The street also includes a settlement house based on the ideas that Jane Addams brought from the settlement movement in England that won her a Nobel Prize in 1931. The Stanton Street Settlement, founded in 1999, is active in the community through volunteer work.

The site of the second African burial ground in New York lies between Stanton and Rivington Streets, now a playground in the Sara Delano Roosevelt Park. The M'Finda Kalunga community garden is also at this location.

The Lower East Side, once known for its large Jewish community of German, Eastern European Jews and later by Puerto Ricans before an influx of newer immigrants, is beginning to see a slight resurgence in the Jewish character of the neighborhood, led by the Stanton Street Synagogue, Congregation Bnai Jacob Anshei Brzezan.

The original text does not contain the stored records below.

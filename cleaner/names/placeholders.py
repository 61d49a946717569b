"""Placeholder names: values typed when the name is not known (UNKNOWN,
BABY GIRL, a test patient), marked and left out of the keys."""

from __future__ import annotations

from collections.abc import Mapping

from cleaner.names.tokens import Word
from cleaner.names.vocabulary import NAME_PARTS, NameVocabulary


def placeholder_only(value: str, words: list[Word], vocabulary: NameVocabulary) -> str | None:
    """The code of a value that is a placeholder text, or made only of
    placeholder words and fillers."""
    code = vocabulary.placeholder_texts.get(value.casefold())
    if code:
        return code
    for word in words:
        if word.placeholder is not None:
            code = code or word.placeholder.code
        elif not (word.kind in ("number", "initial") or word.key in vocabulary.fillers
                  or not word.key):
            return None
    return code


def _name_placeholder(keys: set[str], vocabulary: NameVocabulary) -> str | None:
    if vocabulary.placeholder_name_words.isdisjoint(keys):
        return None
    return next((group.code for group in vocabulary.groups
                 if any(name <= keys for name in group.names)), None)


def placeholder_marks(parts: Mapping[str, list[Word]], vocabulary: NameVocabulary
                      ) -> tuple[list[str], set[str]]:
    """Placeholder codes found, and which parts are placeholders (a part
    missing from `parts` has no words)."""
    keys: set[str] = set()
    codes: list[str] = []
    marked: set[str] = set()
    for part in NAME_PARTS:
        for word in parts.get(part, ()):
            keys.add(word.key)
            if word.placeholder is not None:
                marked.add(part)
                if word.placeholder.code not in codes:
                    codes.append(word.placeholder.code)
    whole = _name_placeholder(keys, vocabulary)
    if whole:
        return [whole], set(NAME_PARTS)
    return codes, marked
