def _family_start_from_end(words: list[Word], vocabulary: NameVocabulary) -> int:
    """Where the family name begins when it closes the name: the last word, with
    the particles and joined surnames before it; the first word is never taken."""
    start = len(words) - 1
    while start > 1 and _can_follow_particle(words[start], vocabulary):
        particle = _particle_before(words, start, vocabulary, lowest=1)
        if particle is not None:
            start = particle
        elif words[start - 1].key in vocabulary.joiners and start >= 3:
            start -= 2
        else:
            break
    return start


def _family_end_from_start(words: list[Word], vocabulary: NameVocabulary) -> int:
    """Where the family name ends when it opens the name: its particles, a word,
    and a joined second surname; the last word is never taken."""
    end = 0 if words[0].key in vocabulary.family_first_surnames \
        else _particle_at(words, 0, vocabulary) or 0
    if end and not (end < len(words) - 1 and _can_follow_particle(words[end], vocabulary)):
        end = 0
    end += 1
    if end + 2 < len(words) and words[end].key in vocabulary.joiners:
        end += 2
    return end


def _is_surname_only(word: Word, vocabulary: NameVocabulary) -> bool:
    return word.kind == "word" and word.key in vocabulary.surnames_not_given


def _is_given_name(word: Word, vocabulary: NameVocabulary) -> bool:
    return word.kind == "word" and word.key in vocabulary.given_names \
        and word.key not in vocabulary.surnames_not_given


def _newborn_marker(word: Word) -> bool:
    return word.placeholder is not None and word.placeholder.marks_given


def _family_first_evidence(words: list[Word], vocabulary: NameVocabulary) -> bool:
    """Whether a given-first name without a comma reads better family first."""
    first, second, last = words[0], words[1], words[-1]
    upper_first = first.raw.isupper() and first.kind == "word" and len(first.key) > 1 \
        and any(not word.raw.isupper() for word in words[1:]) and _VOWEL.search(first.key.upper())
    family_first_surname = first.key in vocabulary.family_first_surnames \
        and last.key not in vocabulary.family_first_surnames and last.key not in vocabulary.surnames
    surname_before_given = _is_surname_only(first, vocabulary) and (
        _is_given_name(second, vocabulary) or (
            len(words) > 2 and _is_surname_only(second, vocabulary)
            and _is_given_name(words[2], vocabulary)))
    # A word no one is given before a common given name (HINCAPIE JANICE), or
    # two names before an initial (BRINES MARK R): lists write the family first.
    births = vocabulary.given_births
    common = vocabulary.common_given_births
    unknown_before_given = len(words) <= 3 and first.kind == second.kind == "word" \
        and first.key not in births and first.key not in vocabulary.given_names \
        and births.get(second.key, 0) >= common and second.key not in vocabulary.surnames \
        and (len(words) == 2 or last.kind == "initial" or births.get(last.key, 0) >= common)
    names_before_initial = len(words) == 3 and first.kind == second.kind == "word" \
        and last.kind == "initial" and births.get(first.key, 0) < births.get(second.key, 0)
    newborn_last = _newborn_marker(last) or (
        len(words) > 2 and _newborn_marker(words[-2])
        and last.kind in ("initial", "number"))
    return bool(upper_first or family_first_surname or surname_before_given
                or unknown_before_given or names_before_initial) or (
        newborn_last and not _newborn_marker(first))


def _given_and_middle(words: list[Word]) -> tuple[list[Word], list[Word]]:
    """The first word is the given name, unless newborn words gather the given
    group round them (Baby Girl, Judy Girl A, Twin B)."""
    markers = [index for index, word in enumerate(words) if _newborn_marker(word)]
    if not markers:
        return words[:1], words[1:]
    end = markers[-1] + 1
    if end < len(words) and words[end].kind in ("initial", "number"):
        end += 1
    return words[:end], words[end:]


def _assign(words: list[Word], family_first: bool, vocabulary: NameVocabulary,
            infer_compound: bool = True) -> tuple[dict[str, list[Word]], bool]:
    """Given, middle and family of a name without commas, and whether a
    two-part family name was inferred. Family first, every word after the
    family name is given name (Xiaoming; Van An; Min Jun)."""
    compound = False
    if len(words) == 1:
        return {"given": words, "middle": [], "family": []}, False
    if family_first:
        end = _family_end_from_start(words, vocabulary)
        if infer_compound and end == 1 < len(words) - 1 and _is_surname_only(words[1], vocabulary):
            end, compound = 2, True
        rest = words[end:]
        if len(rest) > 1 and words[0].key not in vocabulary.family_first_surnames and (
                rest[-1].kind == "initial" or rest[0].key in vocabulary.given_births):
            # MEYER CHARLES LOWELL, BRINES MARK R: a US list's given name, then the middle
            return {"given": rest[:1], "middle": rest[1:], "family": words[:end]}, compound
        return {"given": rest, "middle": [], "family": words[:end]}, compound
    start = _family_start_from_end(words, vocabulary)
    if start == len(words) - 1 >= 2 and _is_surname_only(words[start - 1], vocabulary):
        # GIVEN X FAMILY with X a surname: X is the middle name, as US
        # registration usually means it, unless both are surnames of Spanish or
        # Portuguese custom (MARIA LOPEZ GARCIA); the other reading is offered.
        two_surnames = {words[start - 1].key, words[start].key} <= vocabulary.iberian_surnames
        if two_surnames == infer_compound:
            start -= 1
            # DE LA CRUZ RODRIGUEZ: the particles of the first family name go with it.
            start = _particle_before(words, start, vocabulary, lowest=1) or start
        compound = True
    given, middle = _given_and_middle(words[:start])
    return {"given": given, "middle": middle, "family": words[start:]}, compound
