"""The names vocabulary: rules/names.toml and the tables beside it, compiled
once into one immutable structure, and the folding every word is compared in."""

from __future__ import annotations

import functools
import re
from collections.abc import Iterable, Mapping
from dataclasses import dataclass
from types import MappingProxyType
from typing import Any

from marshmallow import Schema, fields, validate

from cleaner import text
from cleaner.rules import LoadContext, RulesError, string_lists

PARTS = ("prefix", "given", "middle", "family", "suffix")
PART_FIELDS = {part: f"name.{part}" for part in (*PARTS, "nickname")}
NAME_PARTS = ("given", "middle", "family")   # the parts a person is known by
NAME_USES = ("usual", "official", "temp", "nickname", "anonymous", "old", "maiden")  # HL7 FHIR R4
FAMILY_FIRST = "family_first"
_QUOTES = "\"“”()[]'‘’"


@dataclass(frozen=True)
class PlaceholderGroup:
    code: str
    texts: frozenset[str]        # whole values, case folded
    words: frozenset[str]
    pattern: str | None          # the group's patterns as one alternation
    names: tuple[frozenset[str], ...]
    marks_given: bool            # newborn names: the given group gathers round the word
    use: str | None              # the HL7 FHIR NameUse of a name holding the group's words


@dataclass(frozen=True, eq=False)
class NameVocabulary:
    """What rules/names.toml says, compiled once: the one object to replace
    to read names of other conventions. Hashed by identity, so the word
    caches below can key on it."""
    max_length: int
    max_words: int
    titles: Mapping[str, str]
    title_qualifiers: frozenset[str]       # STATE of STATE SENATOR
    iberian_surnames: frozenset[str]       # two of them make a two-part family name
    alias_markers: frozenset[str]          # AKA: what follows is another name
    credential_phrases: tuple[tuple[str, ...], ...]   # ATTORNEY AT LAW, its words folded
    glued_prefixes: frozenset[str]         # MC, MAC, O typed apart from the name they begin
    suffixes: Mapping[str, str]
    credentials: Mapping[str, str]
    comma_only_credentials: frozenset[str]
    particles: Mapping[tuple[str, ...], str]   # folded words -> written form
    longest_particle: int
    particle_starts: frozenset[str]   # the first folded word of each particle
    particle_ends: frozenset[str]     # the last folded word of each particle
    hyphen_particles: Mapping[str, str]
    joiners: frozenset[str]
    family_first_surnames: frozenset[str]
    surnames_not_given: frozenset[str]
    surnames: frozenset[str]
    given_names: frozenset[str]
    given_births: Mapping[str, int]        # SSA births by given name, the common ones only
    common_given_births: int               # from this many births a word reads as a given name
    variants: Mapping[str, tuple[str, ...]]
    mac_names: Mapping[str, str]
    lookalikes: Mapping[str, tuple[str, str]]
    no_middle: frozenset[str]
    fillers: frozenset[str]
    no_name_texts: frozenset[str]
    groups: tuple[PlaceholderGroup, ...]
    placeholder_words: Mapping[str, PlaceholderGroup]
    placeholder_name_words: frozenset[str]   # every word of the groups' names
    placeholder_texts: Mapping[str, str]     # whole values, case folded -> the first group's code
    placeholder_patterns: re.Pattern[str] | None   # every group's patterns, one named group each

    def use_of(self, codes: Iterable[str]) -> str | None:
        """The FHIR NameUse the placeholder codes give a name, if any gives one."""
        for code in codes:
            for group in self.groups:
                if group.code == code and group.use:
                    return group.use
        return None

    def placeholder_group(self, key: str) -> PlaceholderGroup | None:
        group = self.placeholder_words.get(key)
        if group is None and self.placeholder_patterns is not None:
            match = self.placeholder_patterns.search(key)
            if match:
                group = self.groups[int(match.lastgroup[1:])]
        return group


_WORD = validate.Regexp(r"^[^\s,]+$", error="must be one word")

_GroupSchema = Schema.from_dict({
    "code": fields.String(required=True),
    "texts": fields.List(fields.String(), required=True),
    "words": fields.List(fields.String(validate=_WORD), required=True),
    "patterns": fields.List(fields.String(), required=True),
    "names": fields.List(fields.List(fields.String(validate=_WORD), validate=validate.Length(min=2)),
                         required=True),
    "part": fields.String(required=True, validate=validate.OneOf(("given", "word"))),
    "use": fields.String(load_default=None, validate=validate.OneOf(NAME_USES)),
})

_PlaceholdersSchema = Schema.from_dict({
    **string_lists("fillers", "no_name_texts"),
    "groups": fields.List(fields.Nested(_GroupSchema), required=True),
})

_NameRulesSchema = Schema.from_dict({
    "max_length": fields.Integer(required=True, strict=True, validate=validate.Range(min=20)),
    "max_words": fields.Integer(required=True, strict=True, validate=validate.Range(min=4)),
    **{name: fields.Dict(keys=fields.String(validate=_WORD), values=fields.String(), required=True)
       for name in ("titles", "generational_suffixes", "credentials")},
    **string_lists("credentials_after_comma_only", "title_qualifiers", "iberian_surnames",
                   "alias_markers", "glued_prefixes", "particles", "hyphenated_particles",
                   "surname_joiners", "family_first_surnames", "extra_given_names",
                   "mac_surnames", "no_middle_names"),
    "surnames_table": fields.String(required=True),
    "nicknames_table": fields.String(required=True),
    "credential_phrases": fields.Dict(keys=fields.String(), values=fields.String(), required=True),
    "given_names_table": fields.String(required=True),
    "common_given_births": fields.Integer(required=True, strict=True,
                                          validate=validate.Range(min=1000)),
    "lookalikes": fields.Dict(keys=fields.String(validate=validate.Regexp(r"^\d$")),
                              values=fields.List(fields.String(validate=validate.Length(equal=1)),
                                                 validate=validate.Length(equal=2)), required=True),
    "placeholders": fields.Nested(_PlaceholdersSchema, required=True),
})


# Intake data repeats its words (given names, common surnames), and folding
# through unidecode is the dearest step of reading one; each distinct word is
# folded once per process.
@functools.lru_cache(maxsize=16384)
def fold(word: str) -> str:
    """A word as the vocabulary lists it: ASCII, case folded, no periods or quotes."""
    return text.fold(word).replace(".", "").strip(_QUOTES)


def _folded_map(table: Mapping[str, str]) -> Mapping[str, str]:
    return MappingProxyType({fold(key): value for key, value in table.items()})


def _read_surnames(context: LoadContext, name: str) -> dict[str, bool]:
    rows = context.read_csv(name)
    surnames = {}
    for number, row in enumerate(rows, start=1):
        if row.get("also_given") not in ("yes", "no") or not row.get("surname"):
            raise RulesError(f"names: {name} row {number} needs a surname and also_given yes or no")
        surnames[fold(row["surname"])] = row["also_given"] == "yes"
    return surnames


_INITIAL_LETTER = re.compile(r"(?:^|(?<=[.\- ]))([a-z])")


def _read_variants(context: LoadContext, name: str) -> dict[str, tuple[str, ...]]:
    """Each name's nicknames and the names it is a nickname of, one hop both
    ways, keyed by the folded name and written with capitals (K.C., Mary-Ann)."""
    linked: dict[str, set[str]] = {}
    for number, row in enumerate(context.read_csv(name), start=1):
        first, second = (row.get("name") or "").strip(), (row.get("nickname") or "").strip()
        if not first or not second:
            raise RulesError(f"names: {name} row {number} needs a name and a nickname")
        for one, other in ((first, second), (second, first)):
            linked.setdefault(fold(one), set()).add(
                _INITIAL_LETTER.sub(lambda letter: letter[1].upper(), other.lower()))
    return {key: tuple(sorted(variant for variant in others if fold(variant) != key))
            for key, others in linked.items()}


def _compile_groups(loaded: dict[str, Any], context: LoadContext) -> tuple[PlaceholderGroup, ...]:
    groups = []
    for entry in loaded["groups"]:
        context.require_codes([entry["code"]], "placeholders.groups")
        pattern = "|".join(f"(?:{item})" for item in entry["patterns"]) or None
        try:
            if pattern:
                re.compile(pattern)
        except re.error as exc:
            raise RulesError(f"names: a placeholder pattern of {entry['code']} is invalid: {exc}") \
                from None
        groups.append(PlaceholderGroup(
            code=entry["code"], texts=frozenset(item.casefold() for item in entry["texts"]),
            words=frozenset(map(fold, entry["words"])), pattern=pattern,
            names=tuple(frozenset(map(fold, words)) for words in entry["names"]),
            marks_given=entry["part"] == "given", use=entry["use"]))
    return tuple(groups)


def compile_rules(data: dict[str, Any], context: LoadContext) -> NameVocabulary:
    loaded = context.validated(_NameRulesSchema(), data)
    placeholders = loaded["placeholders"]
    particles = {tuple(fold(word) for word in particle.split()): particle
                 for particle in loaded["particles"]}
    surnames = _read_surnames(context, loaded["surnames_table"])
    variants = _read_variants(context, loaded["nicknames_table"])
    groups = _compile_groups(placeholders, context)
    placeholder_texts: dict[str, str] = {}
    placeholder_words: dict[str, PlaceholderGroup] = {}
    for group in groups:
        for item in group.texts:
            placeholder_texts.setdefault(item, group.code)
        for word in group.words:
            if placeholder_words.setdefault(word, group) is not group:
                raise RulesError(f"names: the placeholder word {word!r} is in two groups")
    return NameVocabulary(
        max_length=loaded["max_length"], max_words=loaded["max_words"],
        titles=_folded_map(loaded["titles"]),
        title_qualifiers=frozenset(map(fold, loaded["title_qualifiers"])),
        iberian_surnames=frozenset(map(fold, loaded["iberian_surnames"])),
        glued_prefixes=frozenset(map(fold, loaded["glued_prefixes"])),
        alias_markers=frozenset(fold(marker).replace(" ", "") for marker in loaded["alias_markers"]),
        suffixes=_folded_map(loaded["generational_suffixes"]),
        credentials=_folded_map({**loaded["credentials"], **loaded["credential_phrases"]}),
        credential_phrases=tuple(tuple(fold(word) for word in phrase.split())
                                 for phrase in loaded["credential_phrases"]),
        comma_only_credentials=frozenset(map(fold, loaded["credentials_after_comma_only"])),
        particles=MappingProxyType(particles), longest_particle=max(map(len, particles)),
        particle_starts=frozenset(words[0] for words in particles if words),
        particle_ends=frozenset(words[-1] for words in particles if words),
        hyphen_particles=_folded_map({word: word for word in loaded["hyphenated_particles"]}),
        joiners=frozenset(map(fold, loaded["surname_joiners"])),
        family_first_surnames=frozenset(map(fold, loaded["family_first_surnames"])),
        surnames_not_given=frozenset(name for name, given in surnames.items() if not given),
        surnames=frozenset(surnames),
        given_names=frozenset(variants) | frozenset(map(fold, loaded["extra_given_names"])),
        given_births=MappingProxyType({fold(row["name"]): int(row["births"])
                                       for row in context.read_csv(loaded["given_names_table"])}),
        common_given_births=loaded["common_given_births"],
        variants=MappingProxyType(variants),
        mac_names=_folded_map({name: name for name in loaded["mac_surnames"]}),
        lookalikes=MappingProxyType({digit: tuple(forms)
                                     for digit, forms in loaded["lookalikes"].items()}),
        no_middle=frozenset(map(fold, loaded["no_middle_names"])),
        fillers=frozenset(map(fold, placeholders["fillers"])),
        no_name_texts=frozenset(item.casefold() for item in placeholders["no_name_texts"]),
        groups=groups, placeholder_words=MappingProxyType(placeholder_words),
        placeholder_name_words=frozenset().union(*(name for group in groups
                                                   for name in group.names)),
        placeholder_texts=MappingProxyType(placeholder_texts),
        placeholder_patterns=re.compile("|".join(
            f"(?P<g{index}>{group.pattern})" for index, group in enumerate(groups)
            if group.pattern)) if any(group.pattern for group in groups) else None)
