"""Person names: free text or parts, as HL7 FHIR HumanName parts with
particle-aware family names, restored case, nickname variants, placeholder
marks and phonetic match keys.

Free text goes through small named stages, one module each: tokenize and
classify (tokens.py: words, commas, quoted nicknames; title, suffix,
credential, initial, number, word); group, order and assign (reading.py:
comma segments, titles in front, suffixes and credentials behind, an alias
after AKA, given or family first inferred only with a flag, the family group
with its particles, given, middles, newborn names); placeholders
(placeholders.py); and assemble (assemble.py), where each part's words go
through look-alike repair, punctuation, case and standard forms on the part's
own trail (stages.py) and the match keys are made (keys.py). Parts sent apart
(here) go through the same classification and stages. The vocabulary is
rules/names.toml and the tables beside it (vocabulary.py); nothing here knows
a particular name.
"""

from __future__ import annotations

import re
from collections.abc import Mapping
from typing import Any

from cleaner import text
from cleaner.fieldkind import FieldKind, Outcome
from cleaner.names.assemble import Assembly, assemble, empty_name
from cleaner.names.placeholders import placeholder_only
from cleaner.names.reading import is_tail_word, mark_particles, read_name
from cleaner.names.tokens import Word, tokenize
from cleaner.names.vocabulary import NameVocabulary, PARTS, PART_FIELDS, compile_rules
from cleaner.options import Options
from cleaner.rules import RuleBook
from cleaner.trail import Trail

_ASCII_LETTER = re.compile(r"[A-Za-z]")


def _unparsed(trail: Trail, code: str, vocabulary: NameVocabulary) -> Outcome:
    trail.flag(code)
    name = empty_name()
    name.update(value=trail.revert(), valid=False, placeholder=code != "names.unparsed",
                use=vocabulary.use_of([code]))
    return Outcome(name, [trail])


def _missing_text(value: str, vocabulary: NameVocabulary) -> str | None:
    """The code of a value that says there is no name, or holds no letters."""
    if value.casefold() in vocabulary.no_name_texts or not _has_letter(value):
        return "names.placeholder_missing"
    return None


def _has_letter(value: str) -> bool:
    # One pass of a regular expression reads ASCII text several times faster
    # than a loop over its characters; beyond ASCII only str.isalpha knows.
    if value.isascii():
        return _ASCII_LETTER.search(value) is not None
    return any(ch.isalpha() for ch in value)


def clean_free_text(raw: Any, order: str, rules: RuleBook) -> Outcome:
    vocabulary: NameVocabulary = rules["names"]
    trail = Trail("name", raw, rules.reasons)
    value = text.tidy(trail)
    if value is None:
        return Outcome(None, [trail])
    if len(value) > vocabulary.max_length:
        return _unparsed(trail, "names.unparsed", vocabulary)
    segments = tokenize(value, vocabulary)
    words = [word for segment in segments for word in segment]
    problem = "names.unparsed" if len(words) > vocabulary.max_words \
        else _missing_text(value, vocabulary) or placeholder_only(value, words, vocabulary)
    if problem:
        return _unparsed(trail, problem, vocabulary)
    reading = read_name(segments, order, vocabulary)
    assembly = Assembly(flags=reading.flags, alternatives=reading.alternatives)
    for part, part_words in [*reading.parts.items(), ("nickname", reading.nickname)]:
        if part_words:
            assembly.words[part] = part_words
            assembly.trails[part] = trail.split_off(
                PART_FIELDS[part], " ".join([word.raw for word in part_words]),
                "names.split_into_parts")
    for index, word in enumerate(reading.credentials):
        assembly.credentials.append((word, trail.split_off(
            f"name.credentials[{index}]", word.raw, "names.split_into_parts")))
    return assemble(assembly, Trail("name", raw, rules.reasons), vocabulary)


def _move(assembly: Assembly, part: str, moving: list[Word], target: str, field_name: str,
          reason: str) -> Trail:
    """Move `moving` out of `part` onto the trail of `target`: a new one that
    starts from the part's raw value, or the trail of a part that was sent
    but emptied, which goes on from there."""
    source = assembly.trails[part]
    moved = assembly.emptied.pop(target, None) or source.fork(field_name)
    moved.apply(" ".join(word.raw for word in moving), reason)
    assembly.words[part] = [word for word in assembly.words[part] if word not in moving]
    source.apply(" ".join(word.raw for word in assembly.words[part]) or None, reason)
    return moved


def _misplaced(words: list[Word], part: str, suffix_sent: bool,
               vocabulary: NameVocabulary) -> list[Word]:
    """Quoted nicknames anywhere, and the suffixes and credentials that close
    a part they do not belong to: a credential in the suffix, a suffix or a
    credential after a given, middle or family name."""
    quoted = [word for word in words if word.kind == "nickname"]
    if part == "suffix":
        return quoted + [word for word in words if word.kind == "credential"]
    end = len(words)
    while end > 1 and is_tail_word(words[end - 1], False, vocabulary) \
            and len(words[end - 1].key) > 1 and not (words[end - 1].kind == "suffix" and suffix_sent):
        end -= 1
    return quoted + words[end:]


_MOVES = (("nickname", "names.nickname_moved"), ("suffix", "names.part_moved"))


def clean_parts(raw: Mapping[str, Any], rules: RuleBook) -> Assembly:
    """Parts sent apart, each on its own trail. A part that is a placeholder is
    kept as sent; words that belong to another part are moved there."""
    vocabulary: NameVocabulary = rules["names"]
    assembly = Assembly()
    for part in PARTS:
        if raw.get(part) is None:
            continue
        trail = Trail(f"name.{part}", raw[part], rules.reasons)
        value = text.tidy(trail)
        if value is None:
            assembly.emptied[part] = trail
            continue
        words = [word for segment in tokenize(value, vocabulary) for word in segment]
        too_long = len(value) > vocabulary.max_length or len(words) > vocabulary.max_words
        code = "names.unparsed" if too_long else _missing_text(value, vocabulary)
        if code:
            trail.revert()
            assembly.as_sent[part] = trail, code
            continue
        assembly.words[part], assembly.trails[part] = words, trail

    # The suffix first: a suffix part that held only a credential can then take
    # the Jr sent in the family name.
    for part in ("suffix", "given", "middle", "family"):
        if part not in assembly.trails:
            continue
        occupied = assembly.trails.keys() | assembly.as_sent.keys()
        misplaced = _misplaced(assembly.words[part], part, "suffix" in occupied, vocabulary)
        for kind, reason in _MOVES:
            moving = [word for word in misplaced if word.kind == kind]
            if moving and kind not in occupied:
                assembly.trails[kind] = _move(assembly, part, moving, kind, f"name.{kind}", reason)
                assembly.words[kind] = moving
        for word in (word for word in misplaced if word.kind == "credential"):
            field_name = f"name.credentials[{len(assembly.credentials)}]"
            assembly.credentials.append(
                (word, _move(assembly, part, [word], "credentials", field_name,
                             "names.part_moved")))
        if not assembly.words[part]:
            del assembly.words[part]
            assembly.emptied[part] = assembly.trails.pop(part)
    if "family" in assembly.words:
        mark_particles(assembly.words["family"], vocabulary)
    return assembly


def clean_name(raw: Any, options: Options, rules: RuleBook) -> Outcome:
    """A free-text `name`, or a dict of the keys that were sent: the parts are
    used when any was sent, and a free text sent beside them comes back as sent."""
    vocabulary: NameVocabulary = rules["names"]
    if not isinstance(raw, Mapping):
        return clean_free_text(raw, options.name_order, rules)
    if not any(raw.get(part) is not None for part in PARTS):
        if raw.get("name") is None:
            return Outcome(None, [])
        return clean_free_text(raw["name"], options.name_order, rules)
    name_trail = Trail("name", raw.get("name"), rules.reasons)
    outcome = assemble(clean_parts(raw, rules), name_trail, vocabulary)
    if raw.get("name") is not None:
        name_trail.flag("names.free_text_unused")
        outcome.value["value"] = raw["name"]
    return outcome


KIND = FieldKind(name="names", input_keys=("name", *PARTS), output_key="name",
                 clean=clean_name, compile_rules=compile_rules)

The Sara D. Roosevelt Park had a service facility at Stanton Street which included a public restroom until 1994, when it was closed.

==Notable residents==
Lady Gaga lived there before she was famous.

==In popular culture==
Forever protagonist Henry Morgan and his adopted son lived at Suffolk & Stanton Streets (the actual Louis Zuflacht building at 154 Stanton Street, which for the show was "Abe's Antiques").

The street, crowded, with market goods, is shown in the first popular sound movie "The Jazz singer" (1927).